──────── Exercise material ────────

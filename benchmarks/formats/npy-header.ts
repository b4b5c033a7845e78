/** Headers of NPY files: magic, format version, and the dictionary of type, order and shape. */

import { DataError } from "../scoring/data-error";

import { readNumberType, type NumberType } from "./number-type";
import { parsePythonLiteral, type PythonValue } from "./python-literal";

/**
 * What the header of an NPY file states.
 *
 * @example const header: NpyHeader = readNpyHeader(bytes)
 */
export interface NpyHeader {
  type: NumberType;
  isFortranOrder: boolean;
  shape: number[];
  /** Product of the shape. May exceed what can be allocated: check it first. */
  count: number;
  /** Byte offset of the shape, for refusals. */
  shapeAt: number;
  /** Byte offset of the first value. */
  dataAt: number;
}

/**
 * The first bytes of every NPY file: 0x93 and NUMPY.
 *
 * @example startsWithNpyMagic(Uint8Array.of(0x93, 0x4e, 0x55, 0x4d, 0x50, 0x59)) // true
 */
export const npyMagic: readonly number[] = [0x93, 0x4e, 0x55, 0x4d, 0x50, 0x59];

const maxHeaderBytes = 65536;
const maxAxes = 8;

/**
 * Tells whether the bytes begin like an NPY file.
 *
 * @param bytes the file
 * @returns true where the six bytes of the magic are there
 * @example startsWithNpyMagic(new Uint8Array(0)) // false
 */
export function startsWithNpyMagic(bytes: Uint8Array): boolean {
  return npyMagic.every((byte, index) => bytes[index] === byte);
}

/**
 * Reads the header of an NPY file of format version 1.0, 2.0 or 3.0.
 *
 * @param bytes the whole file
 * @returns the header; nothing of the data is looked at
 * @throws DataError `format/bad-magic`, `format/bad-version`, `format/truncated`, `format/bad-header`,
 *   `format/number-type` or `format/pickle`, naming the byte offset
 * @example readNpyHeader(writeNpy({ shape: [2], values: Float64Array.of(1, 2) })).shape // [2]
 * @see https://numpy.org/doc/stable/reference/generated/numpy.lib.format.html
 */
export function readNpyHeader(bytes: Uint8Array): NpyHeader {
  const { textAt, dataAt } = findHeaderText(bytes);
  // Version 3.0 is UTF-8: beyond ASCII it holds only field names of structured arrays, which are refused.
  // One character a byte keeps positions and byte offsets the same.
  let text = "";
  for (let i = textAt; i < dataAt; i++) text += String.fromCharCode(bytes[i]);
  const value = parsePythonLiteral(text, textAt);
  if (value.kind !== "dict") {
    throw badHeader(`The header holds a ${value.kind}, expected was a dictionary`, textAt + value.at);
  }
  for (const [key, entry] of value.entries) {
    if (key !== "descr" && key !== "fortran_order" && key !== "shape") {
      throw badHeader(`The header has the unknown entry ${JSON.stringify(key)}`, textAt + entry.at);
    }
  }
  const type = readNumberType(entryOf(value.entries, "descr", textAt), textAt);
  const order = entryOf(value.entries, "fortran_order", textAt);
  if (order.kind !== "boolean") {
    throw badHeader(`fortran_order is a ${order.kind}, expected was True or False`, textAt + order.at);
  }
  const shapeEntry = entryOf(value.entries, "shape", textAt);
  const shape = readShape(shapeEntry, textAt);
  const count = shape.reduce((product, length) => product * length, 1);
  return { type, isFortranOrder: order.value, shape, count, shapeAt: textAt + shapeEntry.at, dataAt };
}

function findHeaderText(bytes: Uint8Array): { textAt: number; dataAt: number } {
  const wrong = npyMagic.findIndex((byte, index) => index < bytes.length && bytes[index] !== byte);
  if (wrong >= 0) {
    const found = bytes[wrong].toString(16).padStart(2, "0");
    const expected = npyMagic[wrong].toString(16);
    throw new DataError(
      "format/bad-magic",
      `This is not an NPY file: byte ${wrong} is 0x${found}, expected was 0x${expected}. Write the file with ` +
        "numpy.save.",
      `byte ${wrong}`,
    );
  }
  if (bytes.length < 10) throw endsInHeader(bytes.length, 10);
  const [major, minor] = [bytes[6], bytes[7]];
  if (major < 1 || major > 3 || minor !== 0) {
    throw new DataError(
      "format/bad-version",
      `The NPY format version is ${major}.${minor} at byte 6. Versions 1.0, 2.0 and 3.0 are read: write the ` +
        "file with numpy.save.",
      "byte 6",
    );
  }
  const textAt = major === 1 ? 10 : 12;
  if (bytes.length < textAt) throw endsInHeader(bytes.length, textAt);
  const view = new DataView(bytes.buffer, bytes.byteOffset, bytes.byteLength);
  const length = major === 1 ? view.getUint16(8, true) : view.getUint32(8, true);
  if (length > maxHeaderBytes) {
    throw badHeader(`The header claims to be ${length} bytes long, at most ${maxHeaderBytes} are read`, 8);
  }
  if (bytes.length < textAt + length) throw endsInHeader(bytes.length, textAt + length);
  return { textAt, dataAt: textAt + length };
}

function readShape(entry: PythonValue, textAt: number): number[] {
  if (entry.kind !== "tuple") {
    throw badHeader(`The shape is a ${entry.kind}, expected was a tuple such as (64,)`, textAt + entry.at);
  }
  if (entry.items.length > maxAxes) {
    throw badHeader(
      `The shape has ${entry.items.length} axes, at most ${maxAxes} are read`,
      textAt + entry.at,
    );
  }
  return entry.items.map((item) => {
    if (item.kind !== "integer" || item.value < 0 || !Number.isSafeInteger(item.value)) {
      const found = item.kind === "integer" ? String(item.value) : `a ${item.kind}`;
      throw badHeader(`A length in the shape is ${found}, expected was a whole number`, textAt + item.at);
    }
    return item.value;
  });
}

function entryOf(entries: Map<string, PythonValue>, key: string, textAt: number): PythonValue {
  const entry = entries.get(key);
  if (entry === undefined) throw badHeader(`The header lacks the entry ${JSON.stringify(key)}`, textAt);
  return entry;
}

function badHeader(found: string, byte: number): DataError {
  return new DataError(
    "format/bad-header",
    `${found} (byte ${byte}). Write the file with numpy.save or numpy.savez.`,
    `byte ${byte}`,
  );
}

function endsInHeader(length: number, needed: number): DataError {
  return new DataError(
    "format/truncated",
    `The file ends at byte ${length} within the NPY header, which needs ${needed} bytes. Send the whole file.`,
    `byte ${length}`,
  );
}
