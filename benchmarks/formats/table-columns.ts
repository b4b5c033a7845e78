/** The columns of a text table, as numbers. */

import Papa from "papaparse";

import { DataError } from "../scoring/data-error";

import type { ReadLimits } from "./field-file";
import { readTableNumber } from "./table-number";
import type { TableText } from "./table-text";

/**
 * The columns of a table in the order of the file.
 *
 * @example const columns: TableColumns = { names: ["x", "u"], values: [x, u], rows: Uint32Array.of(2, 3), headerRow: 1 }
 */
export interface TableColumns {
  names: string[];
  /** One array for each column, as long as `rows`. */
  values: Float64Array[];
  /** 1-based line of the file for each row of values. */
  rows: Uint32Array;
  headerRow: number;
}

/**
 * Splits a table and reads its fields as numbers.
 *
 * @param table from `decodeTable`
 * @param limits what may be allocated: columns times lines are checked before
 * @returns the columns under their header names
 * @throws DataError `format/bad-header`, `format/column-count`, `format/not-a-number`,
 *   `format/decimal-comma`, `format/too-many-values` or `format/too-large`, naming row and column
 * @example readColumns(decodeTable(bytes), defaultLimits).names // ["x", "u"]
 * @see RFC 4180
 */
export function readColumns(table: TableText, limits: ReadLimits): TableColumns {
  const reader = new ColumnReader(table, limits);
  Papa.parse<string[]>(table.text, {
    delimiter: table.separator,
    newline: "\n",
    step: ({ data }) => reader.takeRow(data),
  });
  return reader.finish();
}

const maxColumns = 64;

const decimalHint =
  "Decimal commas are read only where semicolons separate the columns: write decimal points, or separate by " +
  "semicolons.";

class ColumnReader {
  private names: string[] | null = null;
  private values: Float64Array[] = [];
  private rows = new Uint32Array(0);
  private count = 0;
  private row = 0;
  /** Where each decimal mark was met first. */
  private readonly firstMark: { point: string | null; comma: string | null } = { point: null, comma: null };

  constructor(
    private readonly table: TableText,
    private readonly limits: ReadLimits,
  ) {}

  takeRow(fields: string[]): void {
    this.row++;
    if (fields.length === 1 && fields[0].trim() === "") return;
    if (this.names === null) this.takeHeader(fields);
    else this.takeNumbers(fields, this.names);
  }

  finish(): TableColumns {
    if (this.names === null || this.count === 0) {
      throw new DataError(
        "format/no-rows",
        `The table ends at row ${this.row} without a row of numbers. One row a node is expected.`,
        `row ${this.row}`,
      );
    }
    return {
      names: this.names,
      values: this.values.map((column) => column.subarray(0, this.count)),
      rows: this.rows.subarray(0, this.count),
      headerRow: this.table.headerRow,
    };
  }

  private takeHeader(fields: string[]): void {
    if (fields.length > maxColumns) {
      throw this.headerError(`has ${fields.length} columns, at most ${maxColumns} are read`, maxColumns + 1);
    }
    const names = fields.map((field) => field.trim());
    names.forEach((name, index) => {
      const column = index + 1;
      if (!/^[\p{L}_][\p{L}\p{N}_]{0,63}$/u.test(name)) throw this.badName(name, column);
      if (names.indexOf(name) < index) {
        throw this.headerError(`names two columns "${name}", the second is column ${column}`, column);
      }
    });
    const most = this.table.rowCount - this.row;
    this.checkLimits(most, names.length);
    this.names = names;
    this.values = names.map(() => new Float64Array(most));
    this.rows = new Uint32Array(most);
  }

  private takeNumbers(fields: string[], names: string[]): void {
    if (fields.length !== names.length) throw this.wrongCount(fields, names);
    for (let i = 0; i < fields.length; i++) {
      const field = fields[i].trim();
      const reading = readTableNumber(field);
      if ("problem" in reading) {
        const place = this.placeOf(i, names);
        throw new DataError("format/not-a-number", `${place.text}: ${reading.problem}.`, place.where);
      }
      if (reading.mark !== null) this.checkMark(reading.mark, field, i, names);
      this.values[i][this.count] = reading.value;
    }
    this.rows[this.count++] = this.row;
  }

  private placeOf(index: number, names: string[]): { where: string; text: string } {
    const column = `column ${index + 1} (${names[index]})`;
    return { where: `row ${this.row}, ${column}`, text: `Row ${this.row}, ${column}` };
  }

  private checkMark(mark: "point" | "comma", field: string, index: number, names: string[]): void {
    if (mark === "comma" && this.table.separator !== ";") {
      const { text, where } = this.placeOf(index, names);
      const found = `${text}: "${field}" has a decimal comma. ${decimalHint}`;
      throw new DataError("format/decimal-comma", found, where);
    }
    this.firstMark[mark] ??= this.placeOf(index, names).where;
    const other = this.firstMark[mark === "point" ? "comma" : "point"];
    if (other === null) return;
    const { text, where } = this.placeOf(index, names);
    throw new DataError(
      "format/decimal-comma",
      `${text}: "${field}" has a decimal ${mark}, while ${other} has the other mark. Use one decimal mark in the ` +
        "whole file and no thousands separators.",
      where,
    );
  }

  private checkLimits(most: number, columnCount: number): void {
    if (most > this.limits.maxNodes) {
      throw new DataError(
        "format/too-many-values",
        `The table has ${most} lines below its header, at most ${this.limits.maxNodes} are read.`,
        `row ${this.row}`,
      );
    }
    // Once as columns and once as a grid.
    const needed = 2 * 8 * most * columnCount;
    if (needed > this.limits.maxUnpackedBytes) {
      throw new DataError(
        "format/too-large",
        `The table's ${most} lines of ${columnCount} columns take ${needed} bytes in double precision, at most ` +
          `${this.limits.maxUnpackedBytes} are unpacked from one file. NPZ files take half of that.`,
        `row ${this.row}`,
      );
    }
  }

  private wrongCount(fields: string[], names: string[]): DataError {
    const looksDecimal = this.table.separator === "," && fields.length > names.length;
    const hint = looksDecimal
      ? decimalHint
      : "Write every row with the columns of the header, and no separator at its end.";
    return new DataError(
      "format/column-count",
      `Row ${this.row} has ${fields.length} columns, the header names ${names.length} (${names.join(", ")}). ${hint}`,
      `row ${this.row}, column ${Math.min(fields.length, names.length) + 1}`,
    );
  }

  private badName(name: string, column: number): DataError {
    const shown = JSON.stringify(name.slice(0, 40));
    if (name === "") {
      return this.headerError(
        `has no name for column ${column} (pandas writes its index so: index=False leaves it out)`,
        column,
      );
    }
    if (!("problem" in readTableNumber(name))) {
      return this.headerError(`begins with the number ${shown} instead of a name`, column);
    }
    return this.headerError(
      `names column ${column} ${shown}; names are letters, digits and underscores`,
      column,
    );
  }

  private headerError(found: string, column: number): DataError {
    return new DataError(
      "format/bad-header",
      `Row ${this.row} is the header and ${found}. Expected were names such as x,u or x,y,t,u (numpy.savetxt ` +
        "writes them with header='x,u', comments='').",
      `row ${this.row}, column ${column}`,
    );
  }
}
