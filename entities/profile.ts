import { defineEntity, type InferEntity, p } from "@mikro-orm/core";
import type { LimitChanges } from "@/lib/case/case";
import { Team } from "./team";

/** A team's own limits profile: a built-in one with some values changed (`derive` of lib/limits/profile.ts). */
export const Profile = defineEntity({
  name: "Profile",
  tableName: "profiles",
  indexes: [
    {
      name: "profiles_name_unique",
      expression: "create unique index profiles_name_unique on profiles (team_id, name) where not retired",
    },
  ],
  properties: {
    id: p
      .uuid()
      .primary()
      .onCreate(() => crypto.randomUUID()),
    team: () => p.manyToOne(Team).ref().deleteRule("cascade"),
    name: p.string().length(120),
    /** Name of the built-in profile it was derived from. */
    base: p.string().length(120),
    changes: p.json<LimitChanges>(),
    version: p.integer().version(),
    /** A profile that cases may have been judged by is put away, never deleted. */
    retired: p.boolean().default(false),
    updatedAt: p.datetime().onCreate(() => new Date()),
  },
});
export type Profile = InferEntity<typeof Profile>;
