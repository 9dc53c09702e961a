import { defineEntity, type InferEntity, p } from "@mikro-orm/core";
import type { Anchor } from "@/lib/case/case";
import { Capture } from "./capture";
import { Case } from "./case";
import { User } from "./user";

/** A numbered footnote: its number stands on the trace, its text in the margin. */
export const Note = defineEntity({
  name: "Note",
  tableName: "notes",
  uniques: [{ properties: ["case", "number"] }],
  properties: {
    id: p
      .uuid()
      .primary()
      .onCreate(() => crypto.randomUUID()),
    case: () => p.manyToOne(Case).ref().deleteRule("cascade"),
    /** Null for a note on the whole case. */
    capture: () => p.manyToOne(Capture).ref().nullable().deleteRule("cascade").index(),
    number: p.integer(),
    anchor: p.json<Anchor>(),
    text: p.text(),
    author: () => p.manyToOne(User).ref().nullable().deleteRule("set null"),
    version: p.integer().version(),
    createdAt: p.datetime().onCreate(() => new Date()),
    editedAt: p.datetime().onCreate(() => new Date()),
  },
});
export type Note = InferEntity<typeof Note>;
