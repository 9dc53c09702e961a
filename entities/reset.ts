import { defineEntity, type InferEntity, p } from "@mikro-orm/core";
import { User } from "./user";

/** A mailed permission to set a new password once. */
export const Reset = defineEntity({
  name: "Reset",
  tableName: "resets",
  properties: {
    /** SHA-256 of the token in the mailed link. */
    tokenHash: p.string().length(64).primary(),
    user: () => p.manyToOne(User).ref().deleteRule("cascade").index(),
    createdAt: p.datetime().onCreate(() => new Date()),
    expiresAt: p.datetime(),
  },
});
export type Reset = InferEntity<typeof Reset>;
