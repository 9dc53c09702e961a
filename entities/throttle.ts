import { defineEntity, type InferEntity, p } from "@mikro-orm/core";

/** How often something was tried in the current window; shared by every copy of the application. */
export const Throttle = defineEntity({
  name: "Throttle",
  tableName: "throttles",
  properties: {
    /** Rule and who it counts, hashed: `sign-in:` and 64 hexadecimal digits. */
    key: p.string().length(120).primary(),
    count: p.integer(),
    endsAt: p.datetime().index(),
  },
});
export type Throttle = InferEntity<typeof Throttle>;
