import { defineEntity, type InferEntity, p } from "@mikro-orm/core";
import type { Anchor } from "@/lib/case/case";
import { Capture } from "./capture";
import { FaultTag } from "./fault-tag";
import { User } from "./user";

/** A fault tag put on a transaction or a stretch of time. */
export const Tag = defineEntity({
  name: "Tag",
  tableName: "tags",
  uniques: [{ properties: ["capture", "place", "faultTag"] }],
  properties: {
    id: p
      .uuid()
      .primary()
      .onCreate(() => crypto.randomUUID()),
    capture: () => p.manyToOne(Capture).ref().deleteRule("cascade"),
    faultTag: () => p.manyToOne(FaultTag).ref().deleteRule("cascade").index(),
    anchor: p.json<Anchor>(),
    /** The anchor as one word, for the unique key: `t12`, `r100-250`, `w`. */
    place: p.string().length(60),
    remark: p.string().length(500).default(""),
    author: () => p.manyToOne(User).ref().nullable().deleteRule("set null"),
    createdAt: p.datetime().onCreate(() => new Date()),
  },
});
export type Tag = InferEntity<typeof Tag>;
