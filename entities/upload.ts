import { defineEntity, type InferEntity, p } from "@mikro-orm/core";
import { Capture } from "./capture";
import { Case } from "./case";
import { User } from "./user";

/** A file on its way into storage. It is not a capture until the server has checked every byte. */
export const Upload = defineEntity({
  name: "Upload",
  tableName: "uploads",
  indexes: [{ properties: ["owner", "state"] }, { properties: ["state", "touchedAt"] }],
  properties: {
    id: p
      .uuid()
      .primary()
      .onCreate(() => crypto.randomUUID()),
    case: () => p.manyToOne(Case).ref().deleteRule("cascade").index(),
    owner: () => p.manyToOne(User).ref().deleteRule("cascade"),
    name: p.string().length(255),
    size: p.bigint("number"),
    partSize: p.integer(),
    parts: p.integer(),
    key: p.string().length(500).unique(),
    /** The multipart upload's id in storage. */
    storageId: p.string().length(1024),
    /** SHA-256 the owner announced for each part, by part number; what storage holds must match. */
    checksums: p.json<Record<string, string>>(),
    state: p.enum(["open", "checking", "complete", "refused", "cancelled"]).default("open"),
    capture: () => p.manyToOne(Capture).ref().nullable().deleteRule("set null"),
    createdAt: p.datetime().onCreate(() => new Date()),
    touchedAt: p.datetime().onCreate(() => new Date()),
  },
});
export type Upload = InferEntity<typeof Upload>;
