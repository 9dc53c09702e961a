// In: integer ticks. Out: seconds on the file's own time axis. The only place that converts between the two.
// Ticks are whole numbers held in doubles (exact up to 2^53); a tick is the VCD's own step, a picosecond for a CSV
// with times, or one sample where no interval is known.

/** How ticks become seconds. */
export interface Timebase {
  /** Ticks in one second: 1e12 for picoseconds, 1 / (multiplier x unit) for a VCD, 1 where ticks are sample numbers. */
  readonly ticksPerSecond: number;
  /** file: times or an interval stood in the file; given: the person gave the interval; assumed: ticks are sample numbers. */
  readonly origin: "file" | "given" | "assumed";
}

/** Seconds of a tick. Division by an exact power of ten rounds once, so 1234567 ps prints as 0.000001234567. */
export function seconds(ticks: number, base: Timebase): number {
  return ticks / base.ticksPerSecond;
}

/** Nearest whole tick of a time in seconds. */
export function ticks(atSeconds: number, base: Timebase): number {
  return Math.round(atSeconds * base.ticksPerSecond);
}

/** Whether limits in seconds may be judged on this time axis. */
export function judgeable(base: Timebase): boolean {
  return base.origin !== "assumed";
}
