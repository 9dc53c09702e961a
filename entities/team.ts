import { defineEntity, type InferEntity, p } from "@mikro-orm/core";

/** People who share cases. Everything they keep hangs below one row of this table. */
export const Team = defineEntity({
  name: "Team",
  tableName: "teams",
  properties: {
    id: p
      .uuid()
      .primary()
      .onCreate(() => crypto.randomUUID()),
    name: p.string().length(120),
    createdAt: p.datetime().onCreate(() => new Date()),
  },
});
export type Team = InferEntity<typeof Team>;
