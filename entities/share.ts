import { defineEntity, type InferEntity, p } from "@mikro-orm/core";
import { Case } from "./case";
import { User } from "./user";

/** A link that opens one case, read-only, without an account. */
export const Share = defineEntity({
  name: "Share",
  tableName: "shares",
  properties: {
    id: p
      .uuid()
      .primary()
      .onCreate(() => crypto.randomUUID()),
    case: () => p.manyToOne(Case).ref().deleteRule("cascade").index(),
    label: p.string().length(120).default(""),
    /** SHA-256 of the 256-bit secret in the link. The secret itself is nowhere. */
    secretHash: p.string().length(64).unique(),
    /** argon2id in PHC string form; null for none. */
    passphraseHash: p.string().length(255).nullable(),
    /** Query string of the exact view that was shared. */
    view: p.text().default(""),
    rawAllowed: p.boolean().default(false),
    expiresAt: p.datetime(),
    revokedAt: p.datetime().nullable(),
    createdBy: () => p.manyToOne(User).ref().nullable().deleteRule("set null"),
    createdAt: p.datetime().onCreate(() => new Date()),
    opened: p.integer().default(0),
    lastOpenedAt: p.datetime().nullable(),
  },
});
export type Share = InferEntity<typeof Share>;
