import { defineEntity, type InferEntity, p } from "@mikro-orm/core";
import type { RosterRow } from "@/lib/case/case";
import { Team } from "./team";

/** The devices on one kind of bus, kept by a team for all its cases. */
export const Roster = defineEntity({
  name: "Roster",
  tableName: "rosters",
  uniques: [{ properties: ["team", "name"] }],
  properties: {
    id: p
      .uuid()
      .primary()
      .onCreate(() => crypto.randomUUID()),
    team: () => p.manyToOne(Team).ref().deleteRule("cascade"),
    name: p.string().length(120),
    entries: p.json<RosterRow[]>(),
    version: p.integer().version(),
    updatedAt: p.datetime().onCreate(() => new Date()),
  },
});
export type Roster = InferEntity<typeof Roster>;
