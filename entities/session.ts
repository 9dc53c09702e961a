import { defineEntity, type InferEntity, p } from "@mikro-orm/core";
import { Team } from "./team";
import { User } from "./user";

/** A signed-in browser. The cookie holds the secret; this row holds its SHA-256 and nothing that could rebuild it. */
export const Session = defineEntity({
  name: "Session",
  tableName: "sessions",
  properties: {
    /** SHA-256 of the session id, 64 hexadecimal digits. */
    id: p.string().length(64).primary(),
    user: () => p.manyToOne(User).ref().deleteRule("cascade").index(),
    /** The team being worked in; null when the person belongs to none, or was removed from it. */
    team: () => p.manyToOne(Team).ref().nullable().deleteRule("set null"),
    /** What the browser called itself at sign-in, for the list of other sessions. */
    agent: p.string().length(300),
    createdAt: p.datetime().onCreate(() => new Date()),
    expiresAt: p.datetime().index(),
  },
});
export type Session = InferEntity<typeof Session>;
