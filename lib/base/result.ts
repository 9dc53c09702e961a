// In: nothing. Out: the way every stage says "this input cannot be used" without throwing.
// Throwing is kept for broken promises of our own code.

/** Where in the input a problem stands. `line` and `column` count from 1, `byte` from 0. */
export interface Place {
  readonly line?: number;
  readonly column?: number;
  readonly byte?: number;
}

/**
 * Bad input. `message` is one sentence saying what is wrong and where; `advice` says what to do about it.
 * `code` is stable and kebab-case; programs test the code, people read the sentences.
 */
export interface Problem {
  readonly code: string;
  readonly message: string;
  readonly advice: string;
  readonly place: Place;
}

export type Result<T, E = Problem> = { readonly ok: true; readonly value: T } | { readonly ok: false; readonly problem: E };

export function ok<T>(value: T): { readonly ok: true; readonly value: T } {
  return { ok: true, value };
}

export function refuse<E = Problem>(problem: E): { readonly ok: false; readonly problem: E } {
  return { ok: false, problem };
}

/** Something the reader had to assume or set aside; shown to the person, never silent. */
export interface Warning {
  readonly code: string;
  readonly message: string;
  readonly line?: number;
  readonly count?: number;
}

/** Marks a switch as exhaustive; reaching it is our own fault. */
export function unreachable(value: never): never {
  throw new Error(`unreachable case: ${JSON.stringify(value)}`);
}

────────

Would you please return every line in the listing where "interval" shows up?

// with times, or one sample where no interval is known.
  /** file: times or an interval stood in the file; given: the person gave the interval; assumed: ticks are sample numbers. */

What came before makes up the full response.